Attraction & Charisma, Motivation & Success Skills, Presentation Skills, Sales Coaching | Comments (2)
Good listening is not just looking at someone and nodding your head in agreement. You have to acknowledge what is being said and let the other person know that you understand. The more you can acknowledge what is being said, the greater ability you have to persuade and influence. Why? Because the person speaking with you will feel important and understood (Law of Esteem).
Why is listening so difficult for most of us? Why is it that when two people get together and talk, they both walk away with two completely different views about the conversation? This is an enormous problem in our society today! Just think about where the world would be today if people took the time to sincerely listen? Dr. Stephen R. Covey says that to be a Highly Effective Person you must “first seek to understand.” When you really and truly understand where the other person comes from, your ability to persuade increases 10 fold.
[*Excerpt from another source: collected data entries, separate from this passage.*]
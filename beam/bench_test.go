package beam_test

import (
	"context"
	"testing"

	"github.com/stretchr/testify/require"

	"soffit.example/beam"
	"soffit.example/beam/aci318"
)

// A full single-span design over every size of the catalog.
func BenchmarkDesign(b *testing.B) {
	brief, code := plain(), aci318.ACI31819()
	b.ReportAllocs()
	for b.Loop() {
		r, err := beam.Design(context.Background(), code, brief)
		require.NoError(b, err)
		require.Equal(b, beam.Satisfied, r.Verdict)
	}
}

func BenchmarkCheckLayout(b *testing.B) {
	brief, code := plain(), aci318.ACI31819()
	r, err := beam.Design(context.Background(), code, brief)
	require.NoError(b, err)
	b.ReportAllocs()
	for b.Loop() {
		_, err := beam.CheckLayout(context.Background(), code, brief, r.Layout)
		require.NoError(b, err)
	}
}
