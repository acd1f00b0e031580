package beam_test

import (
	"testing"

	"github.com/stretchr/testify/require"

	"soffit.example/beam"
	"soffit.example/units"
)

func TestCompare(t *testing.T) {
	kip := func(v float64) units.Amount { return units.Kip.Of(v).Amount() }
	tests := []struct {
		name             string
		demand, capacity float64
		utilization      float64
		want             beam.Outcome
	}{
		{"below", 40, 50, 0.8, beam.Pass},
		{"met exactly", 50, 50, 1, beam.Pass},
		{"above by rounding only", 50 * (1 + 5e-10), 50, 1, beam.Pass},
		{"above by a little more", 50 * (1 + 5e-9), 50, 1, beam.Fail},
		{"above", 60, 50, 1.2, beam.Fail},
		{"nothing asked", 0, 50, 0, beam.Pass},
		{"nothing asked of nothing", 0, 0, 0, beam.Pass},
		{"asked of nothing", 1, 0, beam.NoCapacity, beam.Fail},
		{"asked of less than nothing", 1, -5, beam.NoCapacity, beam.Fail},
		{"asked of next to nothing", 1e6, 1e-9, beam.NoCapacity, beam.Fail},
	}
	for _, tt := range tests {
		t.Run(tt.name, func(t *testing.T) {
			var c beam.Check
			c.Compare(kip(tt.demand), kip(tt.capacity))
			require.Equal(t, tt.want, c.Outcome)
			require.InDelta(t, tt.utilization, c.Utilization, 1e-8*tt.utilization)
		})
	}
}

func TestGoverning(t *testing.T) {
	checks := []beam.Check{
		{ID: "cover", Utilization: 1, Outcome: beam.Pass, Detailing: true},
		{ID: "flexure", Utilization: 0.9, Outcome: beam.Pass},
		{ID: "shear", Utilization: 0.7, Outcome: beam.Pass},
		{ID: "seismic", Outcome: beam.NotJudged},
	}
	require.Equal(t, "flexure", beam.Governing(checks).ID)
	checks[0].Outcome, checks[0].Utilization = beam.Fail, 1.1
	require.Equal(t, "cover", beam.Governing(checks).ID, "a rule of arrangement governs if it fails")
	require.Nil(t, beam.Governing(checks[3:]))
	require.True(t, beam.Failing(checks))
	require.False(t, beam.Failing(checks[1:]))
}

func TestRegister(t *testing.T) {
	var r beam.Register
	r.Assume(beam.Assumption{ID: "d", Assumed: "22 in", Open: true})
	r.Assume(beam.Assumption{ID: "weight", Assumed: "0.3 kip/ft"})
	r.Assume(beam.Assumption{ID: "d", Assumed: "21 in", Open: true})
	r.Settle("d", "20 in", false)
	r.Settle("unknown", "", true)
	all := r.All()
	require.Len(t, all, 2)
	require.Equal(t, beam.Assumption{ID: "d", Assumed: "21 in", Found: "20 in"}, all[0])
}
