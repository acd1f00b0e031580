package beam

import (
	"fmt"
	"strings"
)

// Fault is one thing wrong with an input. Path is a JSON pointer in the
// words of the JSON door ("/section/width"), so that a program can find the
// field whichever way the brief came in.
type Fault struct {
	Path    string
	Detail  string // what is wrong, with the value and its unit
	Allowed string // the range or the list that would be accepted; may be empty
}

func (f Fault) String() string {
	s := f.Path + ": " + f.Detail
	if f.Allowed != "" {
		s += " (allowed: " + f.Allowed + ")"
	}
	return s
}

// InputError reports every fault of an input at once.
type InputError struct{ Faults []Fault }

func (e *InputError) Error() string {
	if len(e.Faults) == 1 {
		return "beam: " + e.Faults[0].String()
	}
	var b strings.Builder
	fmt.Fprintf(&b, "beam: %d faults", len(e.Faults))
	for _, f := range e.Faults {
		b.WriteString("\n\t")
		b.WriteString(f.String())
	}
	return b.String()
}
I have included some of the main problems people have with listening so you can get a jump start on developing this critical skill.
• Thinking about our response while the other person is talking. Instead of thinking about what the other person is saying, we often think about what we personally want to say next or where we want the conversation to lead. We are mentally planning our own agenda. In effect, we patiently wait our turn to talk but we never have give and take between the two parties.
• Not Concentrating. We talk at a rate of 120 to 150 words per minute, but we can think 400 to 800 words per minute. This allows us time to think in between words that are being said. We can pretend to listen while really thinking of something else.
• Jumping to Conclusions. Sometimes we assume we know exactly what the other person is going to say next and we begin forming reactions based on those assumptions. We start putting words into the other speaker’s mouth because we are so sure of what they mean.
I encourage you to leave a comment. Are you guilty of any of the above?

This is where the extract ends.